Canada’s institutional investors — widely considered to run some of world’s most sophisticated investment programs — are shifting more money into alternative asset classes.
A CIBC Mellon survey of 50 pension funds, insurance companies, endowments, foundations, and fund managers found that 58 percent planned to increase their allocation to alternative investments — including infrastructure, private equity, private debt, and hedge funds — over the next 12 months, while the remainder planned to maintain their current allocations to the asset class.
The survey’s respondents managed an average of C$79.8 billion (59.2 billion USD). A majority of them were pension plan executives or trustees.
Canadian pensions — which have been described by the World Bank as “some of the world’s most admired and successful public pension organizations” — have long been heavy investors in alternatives, with funds like the Canadian Pension Plan Investment Board and the Ontario Teachers’ Pension Plan emphasizing direct and co-investments in private assets such as real estate and private equity.
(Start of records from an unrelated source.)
#: quality codes of this module (the numerics add mode_not_found, mode_pole_shared,
#: mode_low_mac, jackknife_unmatched, too_few_segments, nonfinite_correlation)
QUALITY_CODES = {
    "mode_channel_unusable": "a channel of the mode is missing, flat or too sparse in this window",
    "mode_identification_failed": "the identification raised on this window's correlations (too few lags, singular)",
    "mode_max_lag_short": "[correlation] max_lag_s holds too few lags for the Hankel matrix of this band",
    "mode_reference_pending": "no reference_shape and the baseline reference is not complete yet, so mode_mac is NaN",
    "jackknife_records_short": "mode_damping only: the jackknife's sub-records last fewer than MIN_DECAY_TIMES decay "
    "times of the mode, so its damping stderr is too small; held out of the shift detectors",
}


def jackknife_records_short(record_s: float, sub_records: int, freq_hz: float, damping: float) -> bool:
    """True when a sub-record (``record_s / sub_records``) lasts fewer than :data:`MIN_DECAY_TIMES`
    decay times ``1 / (2 pi f zeta)`` of the mode (non-finite or non-positive values: False, the
    stderr is NaN anyway)."""
    if not (np.isfinite(freq_hz) and np.isfinite(damping) and freq_hz > 0 and damping > 0):
        return False
    decay_time_s = 1.0 / (2.0 * np.pi * freq_hz * damping)
    return bool(record_s / sub_records < MIN_DECAY_TIMES * decay_time_s)


def mode_lag_stride(fs: float, high_hz: float) -> int:
    """Lag stride: the largest with ``fs / (2 stride) >= NYQUIST_FACTOR * high_hz`` (at least 1)."""
    return max(1, int(np.floor(fs / (2.0 * NYQUIST_FACTOR * high_hz))))
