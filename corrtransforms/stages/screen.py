"""Stationarity screening of one window: is the record (and each pair jointly) stationary?

Every time-average estimate of this project assumes that within a window the process is
stationary and ergodic. This module tests that assumption per window, the way Bendat & Piersol
describe it: split the record into ``M`` equal segments, compute a statistic per segment (mean
square, mean, or for a pair the mean cross-product) and test the sequence of segment statistics
for a trend or a change with distribution-free tests.

Tests per channel (each on the sequence of segment statistics, two-sided):

- reverse arrangements test on the segment mean squares (monotonic trend),
- runs test about the median on the segment mean squares (clustering, slow swings),
- variance outlier test on the segment mean squares: the largest (or smallest) segment mean
  square against the pooled others, with the segments' chi-square sampling distribution of
  ``nu`` effective degrees of freedom taken from the record's own auto-correlation
  (transient bursts or drop-outs, which rank tests for trend cannot see),
- reverse arrangements test on the segment means (drift or step of the mean).

Per cross pair: reverse arrangements and runs tests on the segment mean cross-products
(joint stationarity).

The p-values of a subject are combined with Bonferroni's inequality: ``p = min(1, k * min p_i)``
with ``k`` tests, so the probability that a stationary subject is flagged stays at or below
``alpha``. A pair is flagged when either of its channels or its own joint test is flagged.

Segments must be roughly independent: each segment is made at least :data:`INDEPENDENCE_FACTOR`
times longer than the record's memory time (the larger of the integral time scale and the
envelope decay time of its auto-correlation, with sharp spectral lines removed). When the window
is too short for the configured number of segments, fewer are used, down to
:data:`MINIMUM_SEGMENTS`; below that the subject gets the quality code
``"window_too_short_for_screening"`` and no flag.

Only numpy and scipy are used here; the Beam layer wires :func:`screen_window` into the
correlate stage.
"""
from __future__ import annotations

import dataclasses
import functools
import math
import os
from typing import Dict, Mapping, Optional, Tuple

import numpy as np
from scipy import fft as _fft
from scipy import stats as _stats

from corrtransforms.numerics.spectra import LINE_THRESHOLD, spectral_lines
from corrtransforms.numerics.timescales import integral_time_scale
from corrtransforms.records import IndicatorRow, quality_text
from corrtransforms.rejects import WHOLE_WINDOW, Reject, iso_utc

#: quality code of a subject whose screening test is significant at ``alpha``
QUALITY_NONSTATIONARY = "nonstationary"
#: quality code of a subject whose window cannot hold MINIMUM_SEGMENTS independent segments
QUALITY_TOO_SHORT = "window_too_short_for_screening"
#: quality code of a subject that could not be screened at all (no variation, no valid samples)
QUALITY_NOT_SCREENED = "not_screened_no_variation"

#: a segment must be at least this many times longer than the record's memory time
INDEPENDENCE_FACTOR = 10.0
#: fewest segments a test is run on (the smallest N of the published percentage-point tables)
MINIMUM_SEGMENTS = 10
#: a segment with a smaller fraction of valid samples is left out of the sequence
MIN_SEGMENT_COVERAGE = 0.5
#: number of tests combined (Bonferroni) for a channel and for a cross pair
CHANNEL_TESTS = 4
PAIR_TESTS = 2
INDICATOR = "stationarity_p"

RUNS_METHODS = ("exact", "normal")


# --------------------------------------------------------------------------------------------
# Reverse arrangements test

def reverse_arrangements(sequence) -> float:
    """Number of reverse arrangements (inversions) of a sequence.

    Parameters
    ----------
    sequence : array_like, shape (N,)
        The values ``x_1 .. x_N`` in time order.

    Returns
    -------
    float
        ``A = sum_{i<j} h_ij`` with ``h_ij = 1`` if ``x_i > x_j``; a tie counts 1/2 (Kendall's
        convention). An integer for a sequence without ties.

    Notes
    -----
    ``A`` is the number of discordant pairs between the sequence and its time index, so
    Kendall's tau of (index, x) is ``1 - 4 A / (N (N - 1))`` for a sequence without ties.

    References
    ----------
    J. S. Bendat and A. G. Piersol, Random Data, 4th ed., Wiley 2010, Sect. 4.5.2
    (reverse arrangements test; section number from memory).
    M. G. Kendall, Rank Correlation Methods, Griffin 1948, Ch. 1 and 4.
    """
    x = np.asarray(sequence, dtype=float)
    if x.ndim != 1:
        raise ValueError(f"sequence must be one-dimensional, got shape {x.shape}")
    later = np.triu(np.ones((len(x), len(x)), dtype=bool), k=1)
    greater = (x[:, None] > x[None, :]) & later
    ties = (x[:, None] == x[None, :]) & later
    return float(greater.sum() + 0.5 * ties.sum())


@functools.lru_cache(maxsize=256)
def _reverse_arrangements_pmf(n: int) -> np.ndarray:
    pmf = np.ones(1)
    for k in range(2, n + 1):
        # inserting the k-th element adds 0 .. k-1 inversions with equal probability 1/k:
        # p_k(a) = (1/k) sum_{j=0}^{k-1} p_{k-1}(a - j), evaluated with a running sum
        cumulative = np.concatenate(([0.0], np.cumsum(pmf)))
        size = len(pmf) + k - 1
        upper = np.minimum(np.arange(size) + 1, len(pmf))
        lower = np.maximum(np.arange(size) - k + 1, 0)
        pmf = (cumulative[upper] - cumulative[lower]) / k
    pmf = np.clip(pmf, 0.0, None)
    pmf.setflags(write=False)
    return pmf


def reverse_arrangements_distribution(n: int) -> np.ndarray:
    """Exact null distribution of the number of reverse arrangements of N values.

    Parameters
    ----------
    n : int
        Length of the sequence, ``n >= 1``.

    Returns
    -------
    ndarray, shape (n (n - 1) / 2 + 1,)
        ``P[A = a]`` for ``a = 0 .. n (n - 1) / 2`` (read-only).

    Notes
    -----
    Under the null hypothesis (independent, identically distributed values) every one of the
    ``N!`` orderings is equally likely, so ``A`` is the inversion count of a random permutation.
    Its counts are the Mahonian numbers, with generating function
    ``prod_{k=1}^{N} (1 + q + ... + q^{k-1})``; the recursion multiplies by one factor per
    step. Mean ``N (N - 1) / 4``, variance ``N (2N + 5) (N - 1) / 72``.

    References
    ----------
    M. G. Kendall, Rank Correlation Methods, Griffin 1948, Ch. 4 (distribution of the number of
    inversions; recurrence relation).
    J. S. Bendat and A. G. Piersol, Random Data, 4th ed., Sect. 4.5.2, Eq. (4.54)-(4.55) for the
    mean and variance (equation numbers from memory).
    """
    n = int(n)
    if n < 1:
        raise ValueError(f"n must be at least 1, got {n}")
    return _reverse_arrangements_pmf(n)


def reverse_arrangements_moments(n: int) -> Tuple[float, float]:
    """Mean ``N (N - 1) / 4`` and variance ``N (2N + 5) (N - 1) / 72`` of the inversion count."""
    return n * (n - 1) / 4.0, n * (2 * n + 5) * (n - 1) / 72.0


PERCENTAGE_POINT_CONVENTIONS = ("nearest", "conservative")


def _percentage_point(pmf: np.ndarray, alpha: float, convention: str) -> int:
    if convention not in PERCENTAGE_POINT_CONVENTIONS:
        raise ValueError(f"convention = {convention!r}: must be one of "
                         + ", ".join(f'"{c}"' for c in PERCENTAGE_POINT_CONVENTIONS))
    if not 0 < alpha < 1:
        raise ValueError(f"alpha = {alpha!r}: must be in (0, 1)")
    exceed = 1.0 - np.cumsum(pmf)  # P[X > x]
    if convention == "nearest":
        return int(np.argmin(np.abs(exceed - alpha)))
    if alpha < 0.5:
        return int(np.argmax(exceed <= alpha + 1e-12))
    return int(np.nonzero(exceed >= alpha - 1e-12)[0][-1])


def reverse_arrangements_percentage_point(n: int, alpha: float, convention: str = "nearest") -> int:
    """Percentage point ``A_{N; alpha}`` of the reverse arrangements distribution.

    Parameters
    ----------
    n : int
        Length of the sequence.
    alpha : float
        Upper-tail probability in (0, 1).
    convention : {"nearest", "conservative"}
        ``"nearest"``: the ``a`` whose ``P[A > a]`` is nearest to ``alpha``. ``"conservative"``:
        for ``alpha < 0.5`` the smallest ``a`` with ``P[A > a] <= alpha``, otherwise the
        largest ``a`` with ``P[A > a] >= alpha`` (a test using these points never exceeds its
        nominal level).

    Returns
    -------
    int

    Notes
    -----
    Bendat & Piersol tabulate ``A_{N; alpha}`` with ``P[A > A_{N; alpha}] = alpha`` for
    ``alpha`` in {0.99, 0.975, 0.95, 0.05, 0.025, 0.01}; a two-sided test at level ``alpha``
    accepts stationarity when ``A_{N; 1 - alpha/2} < A <= A_{N; alpha/2}``. The entries of that
    table agree with the ``"nearest"`` points of the exact distribution within one count for
    N <= 90 (tests/test_stationarity.py).

    References
    ----------
    J. S. Bendat and A. G. Piersol, Random Data, 4th ed., Appendix A, table of percentage points
    of the reverse arrangement distribution.
    """
    return _percentage_point(reverse_arrangements_distribution(n), alpha, convention)


@dataclasses.dataclass(frozen=True)
class TrendTestResult:
    """Result of a test on a sequence: the statistic, its null mean and variance, the p-value."""

    statistic: float
    mean: float
    variance: float
    p_value: float
    n: int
[II Deep Dive: U.S. Pensions Aim to Be More Like Canadian Funds]
According to CIBC Mellon, these and other Canadian institutional investors are now planning to invest more in alternatives in order to safeguard their portfolios from public market volatility.
“Alternatives continue to gain momentum among Canada’s institutional investors as they seek investments that can shelter their capital form short-term risks and market movements while also generating strong returns, though we are seeing Canadian investors becoming more particular about how they deploy their capital,” said Jon Lofto, director of alternatives at CIBC Mellon, in a statement.
The survey showed that Canada’s institutional investors are targeting the biggest increase in private equity, which all 50 respondents said has either matched or exceed their expectations for performance over the last year. Currently, private equity makes up 18.7 percent of the average Canadian investor’s alternatives portfolio, but survey respondents said they planned to increase their allocation to 20.9 percent on average.
Another popular asset class was private debt and loans, which currently account for 17.9 percent of the average alternatives portfolio, but which respondents planned to increase to 18.5 percent.
In addition, respondents said they also planned to make marginal increases to their infrastructure and hedge fund investments, which accounted for an average of 20 percent and 1.4 percent of their alternatives portfolios, respectively.
The only private asset class which respondents expressed negative views toward was real estate. Unfortunately, this is the asset class which has made up the largest portion of their alternatives portfolios, with an average allocation of 42 percent at the time of the survey. Although 12 percent of respondents said their real estate investments performed better than expected over the last year, 30 percent said their real estate portfolios underperformed expectations.
As a result, the surveyed investors were targeting an average real estate allocation of 38.8 percent of their alternatives portfolios.